Is the pull boost being engaged?
I think by far most commercial amp master volume arrangements are of the type 4, as per your SR, rather than the types 1 to 3 that you say is most common.
Though both may be quantified as ‘distortion’ I think that intentional overdrive is a different thing to the linearity of a non overdriven circuit.
It's hard to tell if or when the pull boost was engaged. I took the pot apart, and over time the wiper got sharp and wore off the coating on the bakelight. So from 1-7, the sound was thin whether the boost was out or in, than from 9-10 it got louder and deeper, and the boost seemed to have more effect. Now though I have a pot that will work, but it is only a single pole switch, so I won't be able to wire the boost as intended anyways, and it is a fairly expensive part to have a feature nobody seems to care for.
even with the preamp volume maxed, I get very little breakup?
you don't have much gain in the preamp, V1a make the signal big enough for the TS to suck it all out, V1b simply get you back to 1 gain stage.

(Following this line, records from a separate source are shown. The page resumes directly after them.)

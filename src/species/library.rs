//! The species library: `config/species.toml` (or another file) parsed and validated into profiles,
//! with lookup by id and the merge of a tank's `species_override`.
//!
//! Errors name the file, line, column and key at fault, located with the configuration's helpers.
use std::collections::HashSet;
use std::path::{Path, PathBuf};

use serde::Deserialize;

use crate::config::error::Invalid;
use crate::config::{ConfigError, KeyPath, TankConfig};
use crate::seawater::error::{MAX_TEMPERATURE_C, MIN_TEMPERATURE_C};

use super::error::SpeciesError;
use super::profile::{
    OsmoticStrategy, SlowBelow, Sourced, SourcedRange, SpeciesProfile, DEFAULT_ISOSMOTIC_BAND_MOSM_KG,
};
use super::provenance::Provenance;

/// The library shipped in the binary (`config/species.toml`).
pub const EMBEDDED_LIBRARY_TOML: &str = include_str!("../../config/species.toml");

/// The name the embedded library goes by in messages.
pub const EMBEDDED_LIBRARY_NAME: &str = "<built-in>/config/species.toml";

/// Highest Practical Salinity a range may name (well above sea water; brines are out of scope).
pub const MAX_RANGE_SP: f64 = 70.0;
/// Plausible plasma/haemolymph osmolality, mOsm/kg.
pub const PLASMA_RANGE_MOSM_KG: (f64, f64) = (1.0, 2000.0);
/// Largest isosmotic band, mOsm/kg.
pub const MAX_BAND_MOSM_KG: f64 = 200.0;
/// Largest rate of change a profile may give, SP per hour.
pub const MAX_RATE_SP_PER_H: f64 = 100.0;

/// A validated set of species profiles.
#[derive(Debug, Clone, PartialEq)]
pub struct SpeciesLibrary {
    origin: PathBuf,
    profiles: Vec<SpeciesProfile>,
}

#[derive(Debug, Deserialize)]
#[serde(deny_unknown_fields)]
struct RawLibrary {
    #[serde(default)]
    species: Vec<RawProfile>,
}

#[derive(Debug, Deserialize)]
#[serde(deny_unknown_fields)]
struct RawSourced<T> {
    value: T,
    source: String,
}

#[derive(Debug, Deserialize)]
#[serde(deny_unknown_fields)]
struct RawRange {
    min: f64,
    max: f64,
    source: String,
}

#[derive(Debug, Deserialize)]
#[serde(deny_unknown_fields)]
struct RawSlowBelow {
    below_sp: f64,
    max_rate_sp_per_h: Option<f64>,
    max_rate_percent_per_h: Option<f64>,
    source: String,
}

#[derive(Debug, Deserialize)]
#[serde(deny_unknown_fields)]
struct RawProfile {
    id: String,
    common_name: String,
    scientific_name: String,
    stage: String,
    #[serde(default)]
    note: String,
    osmotic_strategy: RawSourced<String>,
    #[serde(rename = "plasma_osmolality_mOsm_kg")]
    plasma_osmolality_mosm_kg: Option<RawSourced<f64>>,
    #[serde(rename = "isosmotic_band_mOsm_kg")]
    isosmotic_band_mosm_kg: Option<RawSourced<f64>>,
    salinity_optimum: RawRange,
    salinity_tolerance: RawRange,
    #[serde(rename = "temperature_optimum_C")]
    temperature_optimum_c: RawRange,
    #[serde(rename = "temperature_tolerance_C")]
    temperature_tolerance_c: RawRange,
    max_rate_sp_per_h: Option<RawSourced<f64>>,
    max_rate_percent_per_h: Option<RawSourced<f64>>,
    slow_below: Option<RawSlowBelow>,
}

fn provenance(source: &str, key: KeyPath) -> Result<Provenance, Invalid> {
    Provenance::from_library(source).map_err(|m| Invalid::new(key, m))
}

fn sourced<T: Clone>(raw: &RawSourced<T>, path: &KeyPath) -> Result<Sourced<T>, Invalid> {
    Ok(Sourced {
        value: raw.value.clone(),
        provenance: provenance(&raw.source, path.key("source"))?,
    })
}

fn range(raw: &RawRange, path: &KeyPath) -> Result<SourcedRange, Invalid> {
    Ok(SourcedRange {
        min: raw.min,
        max: raw.max,
        provenance: provenance(&raw.source, path.key("source"))?,
    })
}

fn non_empty(text: &str, key: KeyPath) -> Result<String, Invalid> {
    let t = text.trim();
    if t.is_empty() {
        return Err(Invalid::new(key, "must not be empty"));
    }
    Ok(t.to_string())
}

/// Checks a species id: 1 to 64 characters of `a-z`, `0-9`, `_`, `-` (the rule of tank ids).
pub fn check_species_id(id: &str) -> Result<(), String> {
    crate::config::tank::check_tank_id(id)
}
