/// Baseline candidates: local maxima, strongest first, kept only when a deep valley (at most half
/// the lower peak) separates them from every peak already kept. Returned top to bottom.
fn find_peaks(sm: &[f32]) -> Vec<usize> {
    let max = sm.iter().copied().fold(0.0, f32::max);
    let mut cand: Vec<usize> = (0..sm.len())
        .filter(|&i| {
            let l = if i > 0 { sm[i - 1] } else { 0.0 };
            let r = if i + 1 < sm.len() { sm[i + 1] } else { 0.0 };
            sm[i] >= l && sm[i] > r && sm[i] >= (0.002 * max).max(1.5)
        })
        .collect();
    cand.sort_by(|&a, &b| sm[b].total_cmp(&sm[a]));
    let mut kept: Vec<usize> = Vec::new();
    for c in cand {
        let separate = kept.iter().all(|&p| {
            let (a, b) = (p.min(c), p.max(c));
            let valley = sm[a..=b].iter().copied().fold(f32::MAX, f32::min);
            valley <= 0.5 * sm[p].min(sm[c])
        });
        if separate {
            kept.push(c);
        }
    }
    kept.sort_unstable();
    kept
}

/// Of two peaks closer than [`CLOSE_PEAK_PITCH`] of the zone's usual line pitch, the weaker is no
/// baseline: it is a row of marks or of letter tops over the line (type broken into small pieces,
/// whose median body height, and so the smoothing, is too small to join the rows). Needs four
/// peaks for a pitch.
fn drop_close_peaks(sm: &[f32], mut peaks: Vec<usize>) -> Vec<usize> {
    if peaks.len() < 4 {
        return peaks;
    }
    let pitch = median(peaks.windows(2).map(|w| (w[1] - w[0]) as f32).collect());
    while let Some(i) = (0..peaks.len() - 1)
        .filter(|&i| ((peaks[i + 1] - peaks[i]) as f32) < CLOSE_PEAK_PITCH * pitch)
        .min_by_key(|&i| peaks[i + 1] - peaks[i])
    {
        let weaker = if sm[peaks[i]] < sm[peaks[i + 1]] {
            i
        } else {
            i + 1
        };
        peaks.remove(weaker);
    }
    peaks
}

/// Share of a zone's median distance between baselines under which two peaks are one line.
/// Footnotes in smaller type within a zone of body lines stand at about 0.7 of the body's pitch
/// (common practice, no source); a fixed-width face at 150 dpi, broken into pieces of 8 px,
/// made second peaks over six of a column's 38 lines, 11 px above the baseline at a pitch of
/// 31 px (0.35; generated pages, seed 2026, page 2 of the layout guard).
const CLOSE_PEAK_PITCH: f32 = 0.45;

/// Rows around peak `i` where the profile stays above a quarter of the peak, not past the valleys.
fn core_band(sm: &[f32], peaks: &[usize], i: usize, p: usize) -> (usize, usize) {
    let floor = 0.25 * sm[p];
    let lo_lim = if i > 0 {
        valley_at(sm, peaks[i - 1], p)
    } else {
        0
    };
    let hi_lim = if i + 1 < peaks.len() {
        valley_at(sm, p, peaks[i + 1])
    } else {
        sm.len() - 1
    };
    let mut top = p;
    while top > lo_lim && sm[top - 1] >= floor {
        top -= 1;
    }
    let mut bot = p;
    while bot < hi_lim && sm[bot + 1] >= floor {
        bot += 1;
    }
    (top, bot)
}

fn valley_at(sm: &[f32], a: usize, b: usize) -> usize {
    (a..=b)
        .min_by(|&x, &y| sm[x].total_cmp(&sm[y]))
        .unwrap_or(a)
}

fn peak_row(prof: &[u32], core: (usize, usize)) -> usize {
    (core.0..=core.1).max_by_key(|&y| prof[y]).unwrap_or(core.0)
}

/// How much more a gap to a letter above a mark counts than a gap to a letter below it.
const ABOVE_GAP_WEIGHT: f32 = 2.0;

/// Bodies bucketed by x, to find the letter under or over a mark.
pub(super) struct BodyGrid {
    cell: f32,
    cells: Vec<Vec<usize>>,
    x0: u32,
}
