#[cfg(test)]
mod tests {
    use super::drawn::{draw_page, NumberAt, PagePlan};
    use super::*;
    use crate::cleanup::{clean, CleanupConfig};
    use crate::page::PageImage;

    fn font() -> Vec<u8> {
        let path = concat!(
            env!("CARGO_MANIFEST_DIR"),
            "/tests/data/layout/DejaVuSans-Arabic-subset.ttf"
        );
        std::fs::read(path).expect("test font")
    }

    fn plan(columns: u32, leading: f32, seed: u64) -> PagePlan {
        PagePlan {
            width_px: 874, // A5 at 150 dpi (ISO 216: 148 × 210 mm)
            height_px: 1240,
            dpi: 150.0,
            columns,
            column_rule: columns == 2,
            header: true,
            number: NumberAt::Bottom,
            title: columns == 2,
            footnotes: 2,
            margin_notes: 0,
            body_pt: 12.0,
            leading,
            seed,
        }
    }

    fn run(p: &PagePlan) -> (drawn::DrawnPage, PageLayout) {
        let d = draw_page(&font(), p).expect("font loads");
        let layout = analyze_image(&d.image, p.dpi);
        (d, layout)
    }

    /// Clean-up and analysis of a page image with the default settings.
    fn analyze_image(image: &GrayImage, dpi: f32) -> PageLayout {
        let page = clean(
            &PageImage::new(image.clone(), dpi, dpi),
            &CleanupConfig::default(),
        );
        analyze(&page, &LayoutConfig::default())
    }

    /// Paint the rectangle `[x0, x0 + w) × [y0, y0 + h)` black.
    fn fill(image: &mut GrayImage, x0: u32, y0: u32, w: u32, h: u32) {
        for y in y0..y0 + h {
            for x in x0..x0 + w {
                image.put_pixel(x, y, image::Luma([0]));
            }
        }
    }

    #[test]
    fn two_columns_read_right_column_first_with_kinds() {
        // Truth is what we drew: header, title, right column, left column, footnotes, page number.
        let (d, layout) = run(&plan(2, 1.8, 3));
        let found: Vec<&Line> = layout.lines().collect();
        assert_eq!(found.len(), d.lines.len());
        for (i, (f, t)) in found.iter().zip(&d.lines).enumerate() {
            assert!(
                f.bbox.iou(&t.ink_box) >= 0.7,
                "line {i}: {:?} vs {:?}",
                f.bbox,
                t.ink_box
            );
            assert_eq!(f.kind, t.kind, "line {i}: {:?} vs {:?}", f.bbox, t.ink_box);
        }
        assert!(
            layout
                .regions
                .iter()
                .any(|r| r.class == RegionClass::Separator),
            "footnote rule and column rule"
        );
    }

    #[test]
    fn a_rule_broken_into_dashes_is_a_separator_not_a_line() {
        // A one-column page with a running header; under the header, a rule across the text
        // worn into dashes 40 px long and 2 px high with 6 px breaks (each too short to be a
        // rule by itself). The dashes make no line, and the header stays a header.
        let p = plan(1, 1.8, 5);
        let mut d = draw_page(&font(), &p).expect("font loads");
        assert_eq!(d.lines[0].kind, RegionKind::Header);
        let y = ((d.lines[0].ink_box.y1 + d.lines[1].ink_box.y0) / 2.0) as u32;
        let (x0, x1) = (d.lines[1].ink_box.x0 as u32, d.lines[1].ink_box.x1 as u32);
        for x in (x0..x1).step_by(46) {
            fill(&mut d.image, x, y, 40.min(x1 - x), 2);
        }
        let layout = analyze_image(&d.image, p.dpi);
        let found: Vec<&Line> = layout.lines().collect();
        assert_eq!(found.len(), d.lines.len(), "{found:?}");
        assert_eq!(found[0].kind, RegionKind::Header);
        assert!(layout
            .regions
            .iter()
            .any(|r| r.class == RegionClass::Separator && (r.clean_box.y0 - y as f32).abs() < 4.0));
    }

    #[test]
    fn a_rule_worn_into_dashes_close_over_a_line_does_not_stretch_its_box() {
        // Under the running header, a rule worn into dashes 14 px long and 2 px high with 10 px
        // breaks, and a 2 × 1 px crumb in one break: each dash alone is a hairline too short
        // for a rule, and the row stands a third of the first line's height over its ink, nearer
        // to it than to the header. The first line's box keeps to its own ink.
        let p = plan(1, 1.8, 5);
        let mut d = draw_page(&font(), &p).expect("font loads");
        let first = d.lines[1].ink_box;
        let y = (first.y0 - first.height() / 3.0) as u32;
        assert!(y as f32 > d.lines[0].ink_box.y1 + 2.0);
        let (x0, x1) = (first.x0 as u32 + 30, first.x1 as u32 - 30);
        for x in (x0..x1).step_by(24) {
            fill(&mut d.image, x, y, 14.min(x1 - x), 2);
        }
        fill(&mut d.image, x0 + 17, y, 2, 1);
        let layout = analyze_image(&d.image, p.dpi);
        let found: Vec<&Line> = layout.lines().collect();
        assert_eq!(found.len(), d.lines.len(), "{found:?}");
        assert!(
            found[1].bbox.y0 >= first.y0 - 2.0,
            "{:?} vs ink {first:?}",
            found[1].bbox
        );
        assert!(found[1].bbox.iou(&first) >= 0.7);
    }

    #[test]
    fn a_speck_well_over_an_alef_is_dust_but_a_mark_close_over_it_is_kept() {
        // A dot-sized speck (3 × 3 px) over the tallest upright stroke of the third line: 9 px
        // over its top (about half a letter height; within the reach of a mark over its letter,
        // but far above the letters around it) it is dust and the line's box keeps to its ink;
        // 4 px over it, where a hamza or a fatha stands, it is the line's.
        let p = plan(1, 1.8, 5);
        let drawn = draw_page(&font(), &p).expect("font loads");
        let ink = drawn.lines[2].ink_box;
        // The column whose ink starts highest with a stroke at least 12 px long (an alef or lam).
        let (mut x_top, mut top) = (0u32, u32::MAX);
        for x in ink.x0 as u32..ink.x1 as u32 {
            let dark = |y: u32| drawn.image.get_pixel(x, y)[0] < 128;
            let Some(t) = (ink.y0 as u32..ink.y1 as u32).find(|&y| dark(y)) else {
                continue;
            };
            if (t..ink.y1 as u32).take_while(|&y| dark(y)).count() >= 12 && t < top {
                (x_top, top) = (x, t);
            }
        }
        assert!(top < u32::MAX, "the line has an upright stroke");
        let box_top = |gap: u32| {
            let mut d = drawn.clone();
            fill(&mut d.image, x_top - 1, top - gap - 3, 3, 3);
            let layout = analyze_image(&d.image, p.dpi);
            let found: Vec<&Line> = layout.lines().collect();
            assert_eq!(found.len(), d.lines.len());
            found[2].bbox.y0
        };
        assert!(
            box_top(9) >= ink.y0 - 1.0,
            "{} vs ink {}",
            box_top(9),
            ink.y0
        );
        assert!(
            box_top(4) <= (top - 6) as f32,
            "{} vs speck {}",
            box_top(4),
            top - 7
        );
    }

    #[test]
    fn a_shadow_edge_broken_into_upright_pieces_is_a_separator_not_margin_lines() {
        // The edge of a scan's shadow in the outer margin, worn into upright pieces 4 px wide:
        // one 70 px long, then 8 to 20 px long with 12 px breaks (each short one could be an
        // alef). They make no line; the page's lines are all found.
        let p = plan(1, 1.8, 5);
        let mut d = draw_page(&font(), &p).expect("font loads");
        let x0 = (d.lines[1].ink_box.x0 as u32).saturating_sub(60).max(10);
        let top = d.lines[1].ink_box.y0 as u32;
        let mut pieces = vec![(top, 70)];
        let mut y = top + 82;
        for len in [8, 20, 12, 16, 9, 20] {
            pieces.push((y, len));
            y += len + 12;
        }
        for (y0, len) in pieces {
            fill(&mut d.image, x0, y0, 4, len);
        }
        let layout = analyze_image(&d.image, p.dpi);
        let found: Vec<&Line> = layout.lines().collect();
        assert_eq!(found.len(), d.lines.len(), "{found:?}");
        let edge = layout.regions.iter().filter(|r| {
            r.class == RegionClass::Separator && (r.clean_box.x0 - x0 as f32).abs() < 4.0
        });
        assert!(edge.count() >= 1, "{:?}", layout.regions);
    }

    /// A white 900 × 300 page at 300 dpi with two rows of letters 20 × 30 px (an em of 45 px),
    /// at y 20 and y 220.
    fn two_letter_rows() -> GrayImage {
        let mut img = GrayImage::from_pixel(900, 300, image::Luma([255]));
        for x in (20..800).step_by(40) {
            fill(&mut img, x, 20, 20, 30);
            fill(&mut img, x, 220, 20, 30);
        }
        img
    }

    /// The piece whose box starts at (`x`, `y`).
    fn piece_at(list: &[Component], x: u32, y: u32) -> usize {
        (0..list.len())
            .find(|&c| list[c].x0 == x && list[c].y0 == y)
            .expect("a piece there")
    }

    #[test]
    fn a_short_dash_between_pieces_of_a_rule_is_rule_but_a_flat_stroke_elsewhere_is_text() {
        // At 300 dpi, letters 20 x 30 px (an em of 45 px). A rule worn into two long pieces
        // (250 px, over three ems) with a 60-px dash between them, 4 px from each; the same
        // dash alone two ems under the rule, and one at the rule's height but well past its end.
        let mut img = two_letter_rows();
        fill(&mut img, 20, 100, 250, 3);
        fill(&mut img, 274, 100, 60, 3);
        fill(&mut img, 338, 100, 250, 3);
        fill(&mut img, 274, 190, 60, 3);
        fill(&mut img, 700, 100, 60, 3);
        let comps = find_components(&img);
        let sorted = sort_components(&comps.list, 300.0);
        let at = |x: u32, y: u32| piece_at(&comps.list, x, y);
        assert!(
            sorted.rules.contains(&at(274, 100)),
            "the dash between is rule"
        );
        assert!(sorted.rules.contains(&at(20, 100)) && sorted.rules.contains(&at(338, 100)));
        assert!(
            sorted.text.contains(&at(274, 190)),
            "a dash under the rule is text"
        );
        assert!(
            sorted.text.contains(&at(700, 100)),
            "a dash far past the rule is text"
        );
    }

    #[test]
    fn stubs_carrying_on_a_rule_at_its_thickness_are_rule_but_a_thicker_stroke_is_text() {
        // At 300 dpi, letters 20 x 30 px (an em of 45 px). A 2-px rule over x 300..800 and, to
        // its left, stubs 2 px thick and 5 px long every 16 px (a rule drawn dashed or worn):
        // too short to be flat dashes by themselves (5 times as long as thick), but no thicker
        // than the rule they carry on. A stroke 4 px thick and 10 long beyond them, at their
        // height (a fatha's box, thin enough to be a rule's piece by the tenth of an em) stays
        // text.
        let mut img = two_letter_rows();
        fill(&mut img, 300, 100, 500, 2);
        for x in (140..300).step_by(16) {
            fill(&mut img, x, 100, 5, 2);
        }
        fill(&mut img, 120, 99, 10, 4);
        let comps = find_components(&img);
        let sorted = sort_components(&comps.list, 300.0);
        let at = |x: u32, y: u32| piece_at(&comps.list, x, y);
        for x in (140..300).step_by(16) {
            assert!(
                sorted.rules.contains(&at(x, 100)),
                "the stub at {x} is rule"
            );
        }
        assert!(
            sorted.text.contains(&at(120, 99)),
            "a thicker stroke is text"
        );
    }

    #[test]
    fn a_shadow_edge_worn_into_short_dashes_is_a_separator_not_margin_lines() {
        // As above, but no piece is longer than half an em (25 px here): dashes 3 px wide,
        // 9 to 16 px long with 4 px breaks, over about seven ems. Stacked in one narrow column
        // they reach over more than a letter does; text sets its letters side by side.
        let p = plan(1, 1.8, 5);
        let mut d = draw_page(&font(), &p).expect("font loads");
        let x0 = (d.lines[1].ink_box.x0 as u32).saturating_sub(60).max(10);
        let mut y = d.lines[1].ink_box.y0 as u32;
        for len in [14, 10, 16, 12, 15, 9, 13, 16, 11, 14] {
            fill(&mut d.image, x0, y, 3, len);
            y += len + 4;
        }
        let layout = analyze_image(&d.image, p.dpi);
        let found: Vec<&Line> = layout.lines().collect();
        assert_eq!(found.len(), d.lines.len(), "{found:?}");
    }

    #[test]
    fn dots_and_harakat_stay_with_their_line_when_lines_are_tight() {
        // Leading 1.3: dots under one line nearly touch the hamza and harakat over the next.
        let (d, layout) = run(&plan(1, 1.3, 8));
        let found: Vec<&Line> = layout.lines().collect();
        assert_eq!(found.len(), d.lines.len());
        let w = d.image.width() as usize;
        let mut inside = vec![0u32; d.lines.len()];
        for (i, &l) in d.labels.iter().enumerate() {
            if l > 0 {
                let (x, y) = ((i % w) as f32 + 0.5, (i / w) as f32 + 0.5);
                let b = found[l as usize - 1].bbox;
                inside[l as usize - 1] += (x >= b.x0 && x <= b.x1 && y >= b.y0 && y <= b.y1) as u32;
            }
        }
        for (k, t) in d.lines.iter().enumerate() {
            let frac = inside[k] as f32 / t.ink_px as f32;
            assert!(frac >= 0.98, "line {k} holds only {frac:.3} of its ink");
        }
    }

    #[test]
    fn line_image_keeps_a_margin() {
        let (_, layout) = run(&plan(1, 1.8, 5));
        let d = draw_page(&font(), &plan(1, 1.8, 5)).expect("font");
        let page = clean(
            &PageImage::new(d.image, 150.0, 150.0),
            &CleanupConfig::default(),
        );
        let line = layout.lines().nth(1).expect("a body line");
        let img = line_image(&page, line);
        assert!(img.width() as f32 >= line.clean_box.width() + 2.0);
        assert!(img.height() as f32 >= line.clean_box.height() + 2.0);
        // The margin is paper: the first and last rows of the crop are (almost) white.
        let top_min = (0..img.width())
            .map(|x| img.get_pixel(x, 0).0[0])
            .min()
            .unwrap();
        assert!(top_min > 128, "crop's top row has ink ({top_min})");
    }
}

before you get all cut'n n paste'n, maybe bet, borrow or steal a gain or OD pedal, slap it between G-tar n amp, see if that moves your needle
That's a good point, I suppose driving the input a little harder will make the existing master volume a lot more useful. Cut n paste aside though, I am going to have a nifty switch on the master volume that won't be doing anything, so it does make sense to put it to use somehow... I was thinking maybe put some resistors in parallel with the grid leaks on the PI, so I could switch them between 330k as original and 1M, blackface values. I'm also going to bypass the ground switch, so I'll have a nasty hole there, might fill that up with a presence control, or perhaps a switchable nfb ala Uncle Doug... Just kind of experimenting and coming up with ideas. It would also be interesting to try bypassing the UL just to see what it sounds like, but maybe you're right discretion may be the better part of valor.